The application of natural language processing models to PDF documents is pivotal for various business applications yet the challenge of training models for this purpose persists in businesses due to specific hurdles. These include the complexity of working with PDF formats that necessitate parsing text and layout information for curating training data and the lack of privacy-preserving annotation tools. This paper introduces DOCMASTER, a unified platform designed for annotating PDF documents, model training, and inference, tailored to document question-answering. The annotation interface enables users to input questions and highlight text spans within the PDF file as answers, saving layout information and text spans accordingly. Furthermore, DOCMASTER supports both state-of-the-art layout-aware and text models for comprehensive training purposes. Importantly, as annotations, training, and inference occur on-device, it also safeguards privacy. The platform has been instrumental in driving several research prototypes concerning document analysis such as the AI assistant utilized by University of California San Diego's (UCSD) International Services and Engagement Office (ISEO) for processing a substantial volume of PDF documents.
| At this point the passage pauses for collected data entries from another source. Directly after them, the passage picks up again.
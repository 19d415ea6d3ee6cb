"""From checked parameters to an executed notebook, and from there to what it gave.

The folder's rule: ``compose`` writes, ``run_notebook`` executes, ``harvest`` collects; none of them knows a case, a
title or a reference value, and a kernel opens no file of the book.
"""

from bandbook.notebooks.compose import compose, seed_of
from bandbook.notebooks.harvest import Harvest, harvest
from bandbook.notebooks.run import drawing_runner, local_runner, run_notebook

__all__ = ["Harvest", "compose", "drawing_runner", "harvest", "local_runner", "run_notebook", "seed_of"]
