"""Execute a notebook in a kernel of its own and tell apart how it can end."""

import contextlib
import json
import platform
import re
import time
from collections.abc import Callable, Mapping
from typing import Any

from bandbook.errors import AuthorError, BandbookError, PhysicsError, Problem, RunError, WorkingsError
from bandbook.notebooks.compose import compose
from bandbook.notebooks.harvest import Harvest, harvest
from bandbook.notebooks.kernels import fresh_kernel

_ANSI = re.compile(r"\x1b\[[0-9;]*m")
_PLACE = re.compile(r"(?:/[^\s'\"]+)+/(?=[\w.-]+\.py\b)|/tmp/[^\s:'\"]+/")


def local_runner(*, timeout: float) -> Callable[[Mapping[str, Any], str], Harvest]:
    """Return the runner that executes a case on this machine.

    Args:
        timeout: Longest time of one cell, s.
    """

    def run_one(parameters: Mapping[str, Any], key: str) -> Harvest:
        began = time.time()
        notebook = run_notebook(compose(parameters, key), timeout=timeout)
        run = {"began": began, "seconds": time.time() - began, "host": platform.node()}
        return harvest(notebook, run=run)

    return run_one


def run_notebook(notebook: Any, *, timeout: float) -> Any:
    """Execute a notebook in a fresh kernel and return it.

    Raises:
        WorkingsError: An author's code cell failed.
        PhysicsError: A question makes no sense for its model.
        AuthorError: A function of the workings built no model, or a study names what the model lacks.
        RunError: The run timed out, or the kernel died. Every error carries the number of its step.
    """
    try:
        with fresh_kernel() as (manager, place):
            return _execute(notebook, manager, timeout=timeout, place=place)
    except BandbookError as error:
        error.step = _failing_step(notebook)
        raise


def _execute(notebook: Any, manager: Any, *, timeout: float, place: Mapping[str, Any]) -> Any:
    from nbclient import NotebookClient
    from nbclient.exceptions import CellExecutionError, CellTimeoutError, DeadKernelError

    client = NotebookClient(
        notebook,
        km=manager,
        timeout=int(timeout),
        startup_timeout=120,
        record_timing=False,
        raise_on_iopub_timeout=True,
        iopub_timeout=30,
        shutdown_kernel="immediate",
    )
    try:
        client.execute(cwd=place["cwd"], env=dict(place["env"]))
    except CellExecutionError as error:
        raise _failed(notebook, error) from error
    except CellTimeoutError as error:
        found = f"a cell ran longer than {timeout:g} s"
        raise RunError(
            f"{found}; the limit is the book's `timeout`; make it faster or raise it", reason="timed out"
        ) from error
    except DeadKernelError as error:
        raise _died() from error
    except RuntimeError as error:
        raise _died(str(error)) from error
    finally:
        with contextlib.suppress(Exception):
            client.kc.stop_channels()
    return notebook


def _died(detail: str = "") -> RunError:
    found = "the kernel died before the notebook ended" + (f" ({detail})" if detail else "")
    return RunError(f"{found}; a case must not end its own process; look at its workings and its memory")


def _failed(notebook: Any, error: Any) -> BandbookError:
    """Return the book's error for a failing cell, by the class that was raised in it and the cell's kind."""
    cell = next((cell for cell in notebook.cells if _error_of(cell)), None)
    output = _error_of(cell) if cell is not None else None
    text = _ANSI.sub("", "\n".join(output["traceback"])) if output else str(error)
    traceback = _PLACE.sub("", text)
    source = cell.source if cell is not None else ""
    is_study = source.startswith("answer(") or "from bandbook.cells import begin" in source
    if is_study and error.ename == "PhysicsError":
        return PhysicsError(error.evalue)
    if is_study and error.ename == "AuthorError":
        return AuthorError([Problem(*(*error.evalue.split("; ", 2), "see the manual", "correct it")[:3])])
    number = _number(notebook, cell)
    message = f"{error.ename}: {error.evalue}"
    return WorkingsError(message, cell=number, source=source, traceback=traceback)


def _error_of(cell: Any) -> Any:
    if cell.cell_type != "code":
        return None
    return next((output for output in cell.outputs if output.output_type == "error"), None)


def _failing_step(notebook: Any) -> int:
    """Return the number of the step that failed or was running last, from 1; 0 before the first."""
    steps = [cell for cell in notebook.cells if cell.id.startswith("step-")]
    failing = next((number for number, cell in enumerate(steps, start=1) if _error_of(cell)), 0)
    started = sum(bool(cell.execution_count or cell.outputs) for cell in steps)
    return failing or min(started + 1, len(steps))


def _number(notebook: Any, failing: Any) -> int:
    """Return the number of the failing step among the steps, from 1."""
    steps = [cell for cell in notebook.cells if cell.id.startswith("step-")]
    return next((number for number, cell in enumerate(steps, start=1) if cell is failing), 0)


def notebook_bytes(notebook: Any) -> bytes:
    """Return a notebook as it is stored: sorted, readable, the same bytes for the same notebook."""
    return (json.dumps(notebook, indent=1, sort_keys=True, ensure_ascii=False) + "\n").encode()
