"""Writes the reference of the manual from the objects that check what an author writes: ``python -m tests.reference_page``."""

from collections.abc import Iterable
from pathlib import Path

from bandbook.analyses import ANALYSES, Analysis
from bandbook.cli import COMMANDS
from bandbook.errors import AuthorError, BandbookError, IntegrityError, PhysicsError, RunError, WorkingsError
from bandbook.exhibits import KINDS
from bandbook.lattices import LATTICES, Lattice
from bandbook.parameters import Field, describe
from bandbook.systems import COMMON, FORMS, Form

PAGE = Path(__file__).parent.parent / "content/manual/reference.md"
HEAD = """# Reference

Everything that a block may hold, as the program checks it. This page is written from the code; the pages before it explain.
"""


def page() -> str:
    """Return the page."""
    return "\n".join([HEAD, *_forms(), *_lattices(), *_questions(), *_kinds(), *_commands(), *_statuses()])


def _cell(text: str) -> str:
    return text.replace("|", "\\|")


def _table(heads: Iterable[str], rows: Iterable[Iterable[str]]) -> list[str]:
    names = list(heads)
    lines = ["| " + " | ".join(names) + " |", "|" + "---|" * len(names)]
    return [*lines, *("| " + " | ".join(_cell(one) for one in row) + " |" for row in rows), ""]


def _fields(fields: Iterable[Field], prefix: str = "") -> list[list[str]]:
    rows = []
    for field in fields:
        rows.append([f"`{prefix}{field.name}`", field.meaning, describe(field), _default(field)])
        rows += _fields(field.fields, f"{prefix}{field.name}.")
    return rows


def _default(field: Field) -> str:
    if field.is_required:
        return "required"
    if field.default in (None, (), ""):
        return "—"
    if isinstance(field.default, tuple):
        return ", ".join(f"`{one}`" for one in field.default)
    return f"`{str(field.default).lower() if isinstance(field.default, bool) else field.default}`"


_KEYS = ("key", "meaning", "allowed", "default")


def _forms() -> list[str]:
    lines = ["## Forms of a system", "", "Keys of every form:", "", *_table(_KEYS, _fields(COMMON))]
    for form in FORMS:
        lines += [f"### `{form.key}`: {form.meaning}", "", *_own(form)]
    return lines


def _own(form: Form) -> list[str]:
    own = [field for field in form.fields({}) if field not in COMMON]
    return _table(_KEYS, _fields(own))


def _lattices() -> list[str]:
    lines = ["## Lattices", ""]
    for lattice in LATTICES:
        lines += [f"### `{lattice.name}`", "", f"{_sentence(lattice)}", "", *_table(_KEYS, _fields(lattice.fields))]
    return lines


def _sentence(lattice: Lattice) -> str:
    note = f" {lattice.note}" if lattice.note else ""
    return f"{lattice.meaning[:1].upper()}{lattice.meaning[1:]}. Sites: {lattice.sites}.{note}"


def _questions() -> list[str]:
    lines = [
        "## Questions",
        "",
        "Every study has `question`, and may have `name` (default: the question) and `system` (needed with several).",
        "",
    ]
    for analysis in ANALYSES:
        lines += [
            f"### `{analysis.question}`",
            "",
            f"{analysis.meaning[:1].upper()}{analysis.meaning[1:]}.",
            "",
            *_question(analysis),
        ]
    return lines


def _question(analysis: Analysis) -> list[str]:
    fields = _table(_KEYS, _fields(analysis.fields)) if analysis.fields else ["It has no keys of its own.", ""]
    rows = [[f"`{one.pattern}`", one.kind, one.meaning] for one in analysis.quantities]
    return [*fields, *_table(("quantity", "kind", "meaning"), rows)]


def _kinds() -> list[str]:
    words = {"level": "(E − α)/β", "difference": "E/\\|β\\|", "total": "(E − n α)/β", "": "—"}
    rows = [
        [f"`{kind.name}`", kind.unit or "—", str(kind.decimals), words[kind.beta].replace("\\|", "|")]
        for kind in KINDS.values()
    ]
    text = 'The kind of a quantity fixes its unit, the decimals that are stored, and what `unit = "beta"` compares.'
    return ["## Kinds of quantity", "", text, "", *_table(("kind", "unit", "decimals", "in β"), rows)]


def _commands() -> list[str]:
    lines = ["## Commands", ""]
    for command in COMMANDS:
        text = (command.help or "").split("\\b")[0].split("\b")[0].strip().replace("\n", " ")
        usage = " ".join(
            f"[{parameter.opts[0]}{' ' + parameter.metavar if parameter.metavar else ''}]"
            if parameter.param_type_name == "option"
            else (parameter.metavar or parameter.human_readable_name)
            for parameter in command.params
        )
        lines += [f"- `bandbook {command.name} {usage}`: {text}".replace(" `:", "`:")]
    return [*lines, ""]


def _statuses() -> list[str]:
    meanings = {
        0: "done",
        WorkingsError.exit_status: "workings failed, or a reference value disagrees",
        AuthorError.exit_status: "a mistake of the author's",
        PhysicsError.exit_status: "the question makes no sense for the model, or the numbers failed",
        RunError.exit_status: "a run timed out, was killed, or its kernel died",
        IntegrityError.exit_status: "bytes are not what their name says",
    }
    assert issubclass(IntegrityError, BandbookError)
    return [
        "## Exit status",
        "",
        *_table(("status", "meaning"), ([str(number), words] for number, words in meanings.items())),
    ]


if __name__ == "__main__":
    PAGE.write_text(page(), encoding="utf-8")
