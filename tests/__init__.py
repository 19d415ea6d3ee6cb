"""The tests; ``python3 -m tests`` makes an environment of its own and runs all of them."""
Paper Structure (17 sections, 1 equation, 5 figures, 1 table)

This paper contains 17 sections, 1 equation, 5 figures, 1 table.

Figures (5)

  • Figure 1: DocMaster supports annotation, model training, and inference functionalities for document question-answering in a single platform.
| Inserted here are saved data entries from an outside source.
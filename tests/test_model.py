"""A model keeps its invariants, and takes what an author's own code may hand it."""

import itertools
from typing import Any

import numpy as np
import pytest
from hypothesis import given
from hypothesis import strategies as st

from bandbook.errors import PhysicsError
from bandbook.model import Coupling, Model, Site, is_finite, spans_cell

A, B = Site("A"), Site("B")
BOND = Coupling(0, 1, -2.5)
X, Y, Z = (1.0, 0.0, 0.0), (0.0, 1.0, 0.0), (0.0, 0.0, 1.0)


def test_electrons_are_what_the_sites_bring() -> None:
    model = Model((A, Site("N", electrons=2.0), Site("O", electrons=0.0)), ())
    assert (model.electrons, model.n_electrons, model.n_sites) == (3.0, 3.0, 3)
    assert not model.has_overlap
    assert Model((A, B), (Coupling(0, 1, -1.0, overlap=0.1),), electrons=0).has_overlap


def test_lists_and_numbers_of_numpy_are_taken() -> None:
    """A model that workings build is often made of lists and arrays; it is hashable all the same."""
    model = Model(
        [Site("A", np.float64(0.5), at=np.zeros(3))],  # type: ignore[arg-type]
        [Coupling(np.int64(0), np.int64(0), -1.0, [np.int64(1)])],  # type: ignore[arg-type]
        dimension=1,
        vectors=[[2.0, 0.0, 0.0]],  # type: ignore[arg-type]
        points=[("X", [1.0])],  # type: ignore[arg-type]
    )
    same = Model(
        (Site("A", 0.5, (0.0, 0.0, 0.0)),),
        (Coupling(0, 0, -1.0, (1,)),),
        1,
        ((2.0, 0.0, 0.0),),
        points=(("X", (1.0,)),),
    )
    assert model == same
    assert hash(model) == hash(same)
    assert all(type(step) is int for step in model.couplings[0].cell)


WRONG: dict[str, tuple[dict[str, Any], str]] = {
    "no sites": ({"sites": (), "couplings": ()}, "the model has no sites"),
    "name twice": ({"sites": (A, A), "couplings": ()}, "site 'A' is named twice"),
    "name not allowed": ({"sites": (Site("β1"), B)}, "a site is named 'β1'"),
    "name no text": ({"sites": (Site(1), B)}, "a site is named 1"),  # type: ignore[arg-type]
    "alpha": ({"sites": (Site("A", float("nan")), B)}, "alpha of site 'A' is nan"),
    "alpha complex": ({"sites": (Site("A", 1j), B)}, "alpha of site 'A' is 1j"),  # type: ignore[arg-type]
    "three electrons": ({"sites": (Site("A", electrons=3), B)}, "site 'A' brings 3 electrons"),
    "index": ({"couplings": (Coupling(0, 2, -1.0),)}, "lies outside the model"),
    "negative index": ({"couplings": (Coupling(-1, 0, -1.0),)}, "lies outside the model"),
    "cell of a molecule": ({"couplings": (Coupling(0, 1, -1.0, (1,)),)}, "lies outside the model"),
    "no cell in a crystal": ({"dimension": 1}, "lies outside the model"),
    "bond to itself": ({"couplings": (Coupling(0, 0, -1.0),)}, "is bonded to itself"),
    "bond twice": ({"couplings": (BOND, BOND)}, "bond A–B [] is named twice"),
    "bond and its partner": ({"couplings": (BOND, Coupling(1, 0, -1.0))}, "bond B–A [] is named twice"),
    "beta": ({"couplings": (Coupling(0, 1, float("inf")),)}, "coupling A–B is not finite"),
    "beta a text": ({"couplings": (Coupling(0, 1, "-1"),)}, "coupling A–B is not finite"),  # type: ignore[arg-type]
    "overlap": ({"couplings": (Coupling(0, 1, -1.0, overlap=float("nan")),)}, "is not finite"),
    "dimension": ({"dimension": 4}, "dimension 4"),
    "vectors": ({"vectors": (X,)}, "1 lattice vectors in dimension 0"),
    "electrons": ({"electrons": 5}, "5 electrons; 0 to 4 fit on 2 sites"),
    "negative electrons": ({"electrons": -1}, "-1 electrons"),
    "electrons nan": ({"electrons": float("nan")}, "nan electrons"),
    "beta unit 0": ({"beta_unit": 0.0}, "beta_unit is 0"),
    "alpha unit": ({"alpha_unit": float("inf")}, "is not finite"),
    "points": ({"points": (("X", (1.0,)),)}, "point 'X'"),
}  # fmt: skip


@pytest.mark.parametrize("name", WRONG)
def test_what_breaks_an_invariant_is_told_in_three_clauses(name: str) -> None:
    arguments, words = WRONG[name]
    with pytest.raises(PhysicsError) as caught:
        Model(**{"sites": (A, B), "couplings": (BOND,), **arguments})
    assert words in str(caught.value)
    assert str(caught.value).count("; ") == 2


@pytest.mark.parametrize(
    ("make", "words"),
    [
        (lambda: Site("A", at=(0.0, 0.0)), "the position of site 'A'"),  # type: ignore[arg-type]
        (lambda: Site("A", at=(0.0, 0.0, float("nan"))), "three finite numbers"),
        (lambda: Coupling(0, 1.0, -1.0), "whole numbers"),  # type: ignore[arg-type]
        (lambda: Coupling(0, 1, -1.0, (0.5,)), "whole numbers"),  # type: ignore[arg-type]
        (lambda: Model((A,), (), 1, ((1.0, 0.0),)), "a lattice vector"),  # type: ignore[arg-type]
    ],
)
def test_parts_check_themselves(make: Any, words: str) -> None:
    with pytest.raises(PhysicsError, match=words):
        make()


def test_the_partner_of_a_bond_into_another_cell_is_the_same_bond() -> None:
    for cell, back in itertools.product([(1,), (-1,)], repeat=2):
        couplings = (Coupling(0, 1, -1.0, cell), Coupling(1, 0, -1.0, back))
        if cell != back:
            with pytest.raises(PhysicsError, match="named twice"):
                Model((A, B), couplings, dimension=1)
        else:
            assert Model((A, B), couplings, dimension=1).couplings == couplings


@pytest.mark.parametrize(
    ("vectors", "does"),
    [
        ([], True),
        ([X], True),
        ([(0.0, 0.0, 0.0)], False),
        ([X, Y], True),
        ([X, (2.0, 0.0, 0.0)], False),
        ([(0.1, 0.2, 0.3), (0.3, 0.6, 0.9)], False),
        ([(1e-3, 0.0, 0.0), (0.0, 1e5, 0.0)], True),
        ([X, (-0.5, 3**0.5 / 2, 0.0)], True),
        ([X, Y, (1.0, 1.0, 0.0)], False),
        ([X, Y, Z], True),
        ([(0.0, 1.0, 1.0), (1.0, 0.0, 1.0), (1.0, 1.0, 0.0)], True),
        ([X, Y, (0.0, 0.0, float("inf"))], False),
    ],
)
def test_vectors_that_span_a_cell(vectors: list[tuple[float, float, float]], does: bool) -> None:  # noqa: FBT001 - a column of the table
    assert spans_cell(vectors) is does


@given(st.lists(st.tuples(*[st.floats(-10, 10)] * 3), min_size=1, max_size=3))
def test_the_span_is_the_rank(vectors: list[tuple[float, float, float]]) -> None:
    """Judge: the singular values of the directions."""
    lengths = np.linalg.norm(vectors, axis=1)
    if (lengths > 1e-100).all():
        smallest = np.linalg.svd(np.array(vectors) / lengths[:, None])[1].min()
        if smallest > 1e-2 or smallest < 1e-9:
            assert spans_cell(vectors) == (smallest > 1e-5)


def test_numbers_that_are_finite() -> None:
    assert all(is_finite(value) for value in (0, -1.5, True, np.float64(2), np.int64(3)))
    assert not any(is_finite(value) for value in (float("inf"), np.nan, 1j, "1", None, 10**400, [1]))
  • Figure 2: Training and inference with layout-aware models requires a bounding box for each word. PDF.js cannot reliably provide this data because of its phrase-level bounding boxes instead of word-level and empty bounding boxes. PyMuPDF solves this issue, but the text parsed by PDF.js and PyMuPDF can differ. DocMaster uses PDF.js for frontend rendering and PyMuPDF in the backend and provides a robust method for mapping a PDF.js selection to the PyMuPDF context.
  • Figure 3: The annotation interface of DocMaster. The users upload a PDF/a zip of PDFs, input their questions and highlight the answers in each PDF.
  • Figure 4: In training interface, the users can select one of the base models and train it using the previously annotated documents. Each row in the table indicates an annotation session and shows the number of documents annotated during that session.
  • Figure 5: Highlighted answers for questions asked by ISEO office staff on a supporting document. The questions are: "What is the job title?" (red), "What are the work hours per week?" (orange), "What is the salary or hourly rate?" (blue), "Where is the internship address?" (green). Private information is redacted.